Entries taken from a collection
== Segment start ==

using AlgebraNotebook.Exact.Polynomials;
using AlgebraNotebook.Exact.Scalars;
using static AlgebraNotebook.Exact.Tests.Polynomials.PolynomialTestData;

namespace AlgebraNotebook.Exact.Tests.Polynomials;

public class PolynomialArithmeticTests
{
    [Fact]
    public void Difference_of_squares_factors()
    {
        // (x - y)(x + y) = x^2 - y^2 (common practice).
        Assert.Equal(Q("x^2 - y^2"), Q("x - y") * Q("x + y"));
    }

    [Fact]
    public void Sum_of_cubes_factors()
    {
        // x^3 + y^3 = (x + y)(x^2 - x y + y^2) (common practice).
        Assert.Equal(Q("x^3 + y^3"), Q("x + y") * Q("x^2 - x y + y^2"));
    }

    [Fact]
    public void Cancelling_terms_leave_the_shared_zero()
    {
        var p = Q("3 x^2 y - z");
        Assert.True((p - p).IsZero);
        Assert.Same(Polynomial<Rational>.Zero, p - p);
        Assert.Empty((p - p).Terms);
    }

    [Fact]
    public void Power_matches_repeated_multiplication()
    {
        var p = Q("x - 2 y + 1/3");
        var product = Polynomial<Rational>.One;
        for (var k = 0; k <= 6; k++)
        {
            Assert.Equal(product, p.Pow(k));
            product *= p;
        }

        Assert.Throws<ExactArgumentException>(() => p.Pow(-1));
    }

    [Fact]
    public void Coefficients_of_the_sixth_power_of_one_plus_x_are_binomial()
    {
        // Binomial coefficients C(6,k) = 1, 6, 15, 20, 15, 6, 1 (OEIS A007318, row 6).
        var p = Q("1 + x").Pow(6);
        var x = S("x");
        var expected = new[] { 1, 6, 15, 20, 15, 6, 1 };
        for (var k = 0; k <= 6; k++)
        {
            Assert.Equal(new Rational(expected[k]), p.CoefficientOf(Monomial.Of(x, k)));
        }
    }

    [Fact]
    public void Scalar_multiplication_and_division_act_on_every_coefficient()
    {
        var p = Q("2 x - 4 y");
        Assert.Equal(Q("x - 2 y"), p / new Rational(2));
        Assert.Equal(Q("3 x - 6 y"), new Rational(3, 2) * p);
        Assert.Equal(Q("3 x - 6 y"), p * new Rational(3, 2));
        Assert.Equal(Q("3 x - 6 y"), p.Scale(new Rational(3, 2)));
        Assert.True((p * Rational.Zero).IsZero);
        Assert.Throws<DivideByZeroException>(() => p / Rational.Zero);
    }

    [Fact]
    public void Terms_are_sorted_descending_in_the_default_order()
    {
        var random = new Random(7);
        var symbols = new[] { S("ta"), S("tb"), S("tc") };
        for (var k = 0; k < Iterations(100); k++)
        {
            var p = RandomPolynomial(random, symbols, RandomRational, maxTerms: 8);
            for (var t = 1; t < p.Terms.Count; t++)
            {
                Assert.True(
                    MonomialOrder.Default.Compare(p.Terms[t - 1].Monomial, p.Terms[t].Monomial) > 0,
                    $"terms of {p} are not strictly descending at {t}");
                Assert.False(p.Terms[t].Coefficient.IsZero, $"zero coefficient in {p}");
            }
        }
    }

    [Fact]
    public void Constant_term_degree_and_symbols_are_read_from_the_terms()
    {
        var p = Q("x^3 y - 2 y^2 + 5");
        Assert.Equal(new Rational(5), p.ConstantTerm);
        Assert.Equal(4, p.TotalDegree);
        Assert.Equal(3, p.DegreeIn(S("x")));
        Assert.Equal(2, p.DegreeIn(S("y")));
        Assert.Equal(0, p.DegreeIn(S("z")));
        Assert.Equal(new[] { S("x"), S("y") }.ToHashSet(), p.Symbols.ToHashSet());
        Assert.False(p.IsConstant);
        Assert.True(Q("7").IsConstant);
        Assert.Equal(Rational.Zero, Q("x").ConstantTerm);
        Assert.Equal(-1, Polynomial<Rational>.Zero.TotalDegree);
    }

    [Fact]
    public void Leading_terms_follow_the_three_textbook_orders()
    {
        // Cox, Little & O'Shea, Ideals, Varieties, and Algorithms (4th ed.), Section 2.2: f = 4xy^2z + 4z^2 - 5x^3 + 7x^2z^2
        // with x > y > z has leading term -5x^3 (lex), 7x^2z^2 (grlex), 4xy^2z (grevlex).
        var (x, y, z) = (S("x"), S("y"), S("z"));
        var f = Q("4 x y^2 z + 4 z^2 - 5 x^3 + 7 x^2 z^2");
        var lex = new MonomialOrder(MonomialOrderKind.Lexicographic, [x, y, z]);
        var grlex = new MonomialOrder(MonomialOrderKind.GradedLexicographic, [x, y, z]);
        var grevlex = new MonomialOrder(MonomialOrderKind.GradedReverseLexicographic, [x, y, z]);
        Assert.Equal((Q("x^3").LeadingMonomial(), new Rational(-5)), f.LeadingTerm(lex));
        Assert.Equal(Q("x^2 z^2").LeadingMonomial(), f.LeadingMonomial(grlex));
        Assert.Equal(new Rational(7), f.LeadingCoefficient(grlex));
        Assert.Equal(Q("x y^2 z").LeadingMonomial(), f.LeadingMonomial(grevlex));
        Assert.Throws<ExactArgumentException>(() => Polynomial<Rational>.Zero.LeadingTerm());
    }

    [Fact]
    public void Conjugation_conjugates_coefficients_and_keeps_variables()
    {
        // Variables are treated as real (the library's documented convention).
        Assert.Equal(G("(1 + 2 i) x - i y^2"), G("(1 - 2 i) x + i y^2").Conjugate());
        var real = Q("x + 1/2");
        Assert.Same(real, real.Conjugate());
    }

    [Fact]
    public void Content_and_primitive_part_clear_denominators()
    {
        // Content over Q: gcd of numerators over lcm of denominators (common practice).
        var p = Q("6 x + 4/3 y");
        Assert.Equal(new Rational(2, 3), p.Content());
        Assert.Equal(Q("9 x + 2 y"), p.PrimitivePart());
        Assert.Equal(Q("9 x + 2 y"), (-p).PrimitivePart());
        Assert.Equal(new GaussianRational(2, 0), G("(2 + 2 i) x + 4").Content());
        Assert.Equal(G("(1 + i) x + 2"), G("(2 + 2 i) x + 4").PrimitivePart());
        Assert.True(Polynomial<Rational>.Zero.Content().IsZero);
    }

    [Fact]
    public void Monic_divides_by_the_leading_coefficient_of_the_chosen_order()
    {
        var (x, y) = (S("x"), S("y"));
        var lex = new MonomialOrder(MonomialOrderKind.Lexicographic, [y, x]);
        Assert.Equal(Q("y - 2 x^3"), Q("3 y - 6 x^3").Monic(lex));
        Assert.Equal(Q("x^3 - 1/2 y"), Q("3 y - 6 x^3").Monic());
    }

    [Fact]
    public void Equal_polynomials_built_differently_have_equal_hash_codes()
    {
        var a = Q("(x + y)^2 - y^2");
        var b = Q("x^2") + Q("2 x y");
        Assert.Equal(a, b);
        Assert.Equal(a.GetHashCode(), b.GetHashCode());
        Assert.True(a == b);
        Assert.False(a != b);
    }
}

== Segment end ==

Would you give the entries back word for word?

◆ Written reply:
using AlgebraNotebook.Exact.Polynomials;
using AlgebraNotebook.Exact.Scalars;
using static AlgebraNotebook.Exact.Tests.Polynomials.PolynomialTestData;

namespace AlgebraNotebook.Exact.Tests.Polynomials;

public class PolynomialArithmeticTests
{
    [Fact]
    public void Difference_of_squares_factors()
    {
        // (x - y)(x + y) = x^2 - y^2 (common practice).
        Assert.Equal(Q("x^2 - y^2"), Q("x - y") * Q("x + y"));
    }

    [Fact]
    public void Sum_of_cubes_factors()
    {
        // x^3 + y^3 = (x + y)(x^2 - x y + y^2) (common practice).
        Assert.Equal(Q("x^3 + y^3"), Q("x + y") * Q("x^2 - x y + y^2"));
    }

    [Fact]
    public void Cancelling_terms_leave_the_shared_zero()
    {
        var p = Q("3 x^2 y - z");
        Assert.True((p - p).IsZero);
        Assert.Same(Polynomial<Rational>.Zero, p - p);
        Assert.Empty((p - p).Terms);
    }

    [Fact]
    public void Power_matches_repeated_multiplication()
    {
        var p = Q("x - 2 y + 1/3");
        var product = Polynomial<Rational>.One;
        for (var k = 0; k <= 6; k++)
        {
            Assert.Equal(product, p.Pow(k));
            product *= p;
        }

        Assert.Throws<ExactArgumentException>(() => p.Pow(-1));
    }

    [Fact]
    public void Coefficients_of_the_sixth_power_of_one_plus_x_are_binomial()
    {
        // Binomial coefficients C(6,k) = 1, 6, 15, 20, 15, 6, 1 (OEIS A007318, row 6).
        var p = Q("1 + x").Pow(6);
        var x = S("x");
        var expected = new[] { 1, 6, 15, 20, 15, 6, 1 };
        for (var k = 0; k <= 6; k++)
        {
            Assert.Equal(new Rational(expected[k]), p.CoefficientOf(Monomial.Of(x, k)));
        }
    }

    [Fact]
    public void Scalar_multiplication_and_division_act_on_every_coefficient()
    {
        var p = Q("2 x - 4 y");
        Assert.Equal(Q("x - 2 y"), p / new Rational(2));
        Assert.Equal(Q("3 x - 6 y"), new Rational(3, 2) * p);
        Assert.Equal(Q("3 x - 6 y"), p * new Rational(3, 2));
        Assert.Equal(Q("3 x - 6 y"), p.Scale(new Rational(3, 2)));
        Assert.True((p * Rational.Zero).IsZero);
        Assert.Throws<DivideByZeroException>(() => p / Rational.Zero);
    }

    [Fact]
    public void Terms_are_sorted_descending_in_the_default_order()
    {
        var random = new Random(7);
        var symbols = new[] { S("ta"), S("tb"), S("tc") };
        for (var k = 0; k < Iterations(100); k++)
        {
            var p = RandomPolynomial(random, symbols, RandomRational, maxTerms: 8);
            for (var t = 1; t < p.Terms.Count; t++)
            {
                Assert.True(
                    MonomialOrder.Default.Compare(p.Terms[t - 1].Monomial, p.Terms[t].Monomial) > 0,
                    $"terms of {p} are not strictly descending at {t}");
                Assert.False(p.Terms[t].Coefficient.IsZero, $"zero coefficient in {p}");
            }
        }
    }

    [Fact]
    public void Constant_term_degree_and_symbols_are_read_from_the_terms()
    {
        var p = Q("x^3 y - 2 y^2 + 5");
        Assert.Equal(new Rational(5), p.ConstantTerm);
        Assert.Equal(4, p.TotalDegree);
        Assert.Equal(3, p.DegreeIn(S("x")));
        Assert.Equal(2, p.DegreeIn(S("y")));
        Assert.Equal(0, p.DegreeIn(S("z")));
        Assert.Equal(new[] { S("x"), S("y") }.ToHashSet(), p.Symbols.ToHashSet());
        Assert.False(p.IsConstant);
        Assert.True(Q("7").IsConstant);
        Assert.Equal(Rational.Zero, Q("x").ConstantTerm);
        Assert.Equal(-1, Polynomial<Rational>.Zero.TotalDegree);
    }

    [Fact]
    public void Leading_terms_follow_the_three_textbook_orders()
    {
        // Cox, Little & O'Shea, Ideals, Varieties, and Algorithms (4th ed.), Section 2.2: f = 4xy^2z + 4z^2 - 5x^3 + 7x^2z^2
        // with x > y > z has leading term -5x^3 (lex), 7x^2z^2 (grlex), 4xy^2z (grevlex).
        var (x, y, z) = (S("x"), S("y"), S("z"));
        var f = Q("4 x y^2 z + 4 z^2 - 5 x^3 + 7 x^2 z^2");
        var lex = new MonomialOrder(MonomialOrderKind.Lexicographic, [x, y, z]);
        var grlex = new MonomialOrder(MonomialOrderKind.GradedLexicographic, [x, y, z]);
        var grevlex = new MonomialOrder(MonomialOrderKind.GradedReverseLexicographic, [x, y, z]);
        Assert.Equal((Q("x^3").LeadingMonomial(), new Rational(-5)), f.LeadingTerm(lex));
        Assert.Equal(Q("x^2 z^2").LeadingMonomial(), f.LeadingMonomial(grlex));
        Assert.Equal(new Rational(7), f.LeadingCoefficient(grlex));
        Assert.Equal(Q("x y^2 z").LeadingMonomial(), f.LeadingMonomial(grevlex));
        Assert.Throws<ExactArgumentException>(() => Polynomial<Rational>.Zero.LeadingTerm());
    }

    [Fact]
    public void Conjugation_conjugates_coefficients_and_keeps_variables()
    {
        // Variables are treated as real (the library's documented convention).
        Assert.Equal(G("(1 + 2 i) x - i y^2"), G("(1 - 2 i) x + i y^2").Conjugate());
        var real = Q("x + 1/2");
        Assert.Same(real, real.Conjugate());
    }

    [Fact]
    public void Content_and_primitive_part_clear_denominators()
    {
        // Content over Q: gcd of numerators over lcm of denominators (common practice).
        var p = Q("6 x + 4/3 y");
        Assert.Equal(new Rational(2, 3), p.Content());
        Assert.Equal(Q("9 x + 2 y"), p.PrimitivePart());
        Assert.Equal(Q("9 x + 2 y"), (-p).PrimitivePart());
        Assert.Equal(new GaussianRational(2, 0), G("(2 + 2 i) x + 4").Content());
        Assert.Equal(G("(1 + i) x + 2"), G("(2 + 2 i) x + 4").PrimitivePart());
        Assert.True(Polynomial<Rational>.Zero.Content().IsZero);
    }

    [Fact]
    public void Monic_divides_by_the_leading_coefficient_of_the_chosen_order()
    {
        var (x, y) = (S("x"), S("y"));
        var lex = new MonomialOrder(MonomialOrderKind.Lexicographic, [y, x]);
        Assert.Equal(Q("y - 2 x^3"), Q("3 y - 6 x^3").Monic(lex));
        Assert.Equal(Q("x^3 - 1/2 y"), Q("3 y - 6 x^3").Monic());
    }

    [Fact]
    public void Equal_polynomials_built_differently_have_equal_hash_codes()
    {
        var a = Q("(x + y)^2 - y^2");
        var b = Q("x^2") + Q("2 x y");
        Assert.Equal(a, b);
        Assert.Equal(a.GetHashCode(), b.GetHashCode());
        Assert.True(a == b);
        Assert.False(a != b);
    }
}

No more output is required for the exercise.